January 31, 2021 at 6:04 pm
I've got a query that recently started performing badly (long running) and at times it will run indefinitely, and other times it runs in 90s (which is still bad). It's basically a combination of 8 selects with UNION ALL...(the query pulls from tables, and a massive view). Indexes have been rebuilt, statistics updated, and there's NO apparent CPU pressure...lots of RAM,
If you run each query individually it will complete in about 90s... but when running it can randomly go out to lunch.
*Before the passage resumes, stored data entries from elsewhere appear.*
* thermal k(T, [M]) from ``RateEvaluator.thermal``.  A constant environment
  evaluates them once.  When T or [M] drift (time series), ln k is
  interpolated bilinearly in (T, ln[M]) between exact evaluations on a grid
  of nodes spaced THERMAL_GRID_K and THERMAL_GRID_LOG_AIR, anchored at the
  first state evaluated (the run start); nodes are evaluated once and cached.
  k(t) is thus a continuous, deterministic function of the environment.  The
  interpolation error is at most (dT^2/8) d2(ln k)/dT2 ~ 2(E/R)/T^3 dT^2/8
  ~ 4e-6 relative for E/R = 3000 K, T = 190 K, dT = 0.2 K (linear
  interpolation error bound; common practice, no source), far below the
  solver's rtol, while a thermal evaluation (as costly as a solver step) is
  made only when the air moves into a new grid cell.
* surface k = gamma v S / 4 (``RateEvaluator.surface``): linear in the
  surface areas and proportional to sqrt(T) through the mean molecular speed,
  so the model keeps k per unit PSC, sulfate and ice area at the first state and
  scales exactly by sqrt(T/T0).
* J from ``photolysis_rates(sza, ozone_column, T, distance_factor)`` (a
  :class:`boxchem.photolysis.PhotolysisRates`; any callable with that
  signature, so the spectral J table plugs in the same way as the ``l m n``
  form), evaluated at every call while the sun is above the box's horizon
  and skipped (J = 0 by the photolysis contract) below it.
* the ``[scale]`` multipliers of the scenario (reaction id -> factor).
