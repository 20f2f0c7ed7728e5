"""Rayleigh scattering cross section of air.

Bodhaine, B. A., Wood, N. B., Dutton, E. G. and Slusser, J. R. (1999), "On
Rayleigh optical depth calculations", J. Atmos. Oceanic Technol. 16, 1854-1861,
doi:10.1175/1520-0426(1999)016<1854:ORODC>2.0.CO;2, Eq. (2):

    sigma = 24 pi^3 (n_s^2 - 1)^2 / (lambda^4 N_s^2 (n_s^2 + 2)^2) * F_air(lambda)

with the refractive index of standard air of Peck and Reeder (1972), J. Opt.
Soc. Am. 62, 958 (scaled for CO2 as in Bodhaine et al. Eq. 19), the King
correction factors of N2 and O2 of Bates (1984), Planet. Space Sci. 32, 785
(Ar 1.00, CO2 1.15), and N_s the number density of standard air
(288.15 K, 1013.25 hPa).  Valid in the near UV and visible (the refractive
index formula is fitted from 0.23 um upwards; used here down to 175 nm,
where Rayleigh extinction is negligible next to O2 and O3 absorption).
"""
from __future__ import annotations

import numpy as np

#: number density of standard air at 288.15 K and 1013.25 hPa [cm-3] (Bodhaine et al. 1999, Table 1)
STANDARD_AIR_DENSITY_CM3 = 2.546899e19
#: volume percentages of dry air used in the King factor (Bodhaine et al. 1999, Eq. 23)
_N2_PERCENT, _O2_PERCENT, _AR_PERCENT = 78.084, 20.946, 0.934


def refractive_index_minus_one(wavelength_nm, co2_ppm=360.0):
    """(n - 1) of dry air at 288.15 K, 1013.25 hPa [1].

    Peck and Reeder (1972) for 300 ppm CO2, scaled by 1 + 0.54 (C - 0.0003)
    with C the CO2 mole fraction (Bodhaine et al. 1999, Eqs. 18-19).
    """
    inv2 = (np.asarray(wavelength_nm, dtype=float) * 1e-3) ** -2      # um-2
    n300 = (8060.51 + 2480990.0 / (132.274 - inv2) + 17455.7 / (39.32957 - inv2)) * 1e-8
    return n300 * (1.0 + 0.54 * (co2_ppm * 1e-6 - 0.0003))


def king_factor(wavelength_nm, co2_ppm=360.0):
    """Depolarisation (King) correction factor of air F_air [1] (Bates 1984; Bodhaine et al. 1999 Eq. 23)."""
    inv2 = (np.asarray(wavelength_nm, dtype=float) * 1e-3) ** -2      # um-2
    f_n2 = 1.034 + 3.17e-4 * inv2
    f_o2 = 1.096 + 1.385e-3 * inv2 + 1.448e-4 * inv2**2
    co2_percent = co2_ppm * 1e-4
    total = _N2_PERCENT + _O2_PERCENT + _AR_PERCENT + co2_percent
    return (_N2_PERCENT * f_n2 + _O2_PERCENT * f_o2 + _AR_PERCENT * 1.00 + co2_percent * 1.15) / total


def rayleigh_cross_section(wavelength_nm, co2_ppm=360.0):
    """Rayleigh scattering cross section per molecule of dry air [cm2].

    ``wavelength_nm`` [nm] (array), ``co2_ppm`` [ppm].  Bodhaine et al. (1999) Eq. (2).
    """
    wl_cm = np.asarray(wavelength_nm, dtype=float) * 1e-7
    nm1 = refractive_index_minus_one(wavelength_nm, co2_ppm)
    n2 = (1.0 + nm1) ** 2
    return (24.0 * np.pi**3 * (n2 - 1.0) ** 2 / (wl_cm**4 * STANDARD_AIR_DENSITY_CM3**2 * (n2 + 2.0) ** 2)
            * king_factor(wavelength_nm, co2_ppm))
A few index tweaks were made and at times, it returns in about 90s (30-35s if we comment out a few XMLPATH calls), and others it retrieves nearly almost all the rows (maybe for the last 5 records) and then just seems to hang and a process/wait stats or resource perspective it appears to literally be doing nothing. The
At one point in our testing we added OPTION MAXDOP 1, RECOMPILE and that gave us more consistent results, but running it a day later and it goes out to lunch all over again. Rerunning it yields the 30-90s run times (which leads me to think it's an IO issue, but the storage admins say it isn't)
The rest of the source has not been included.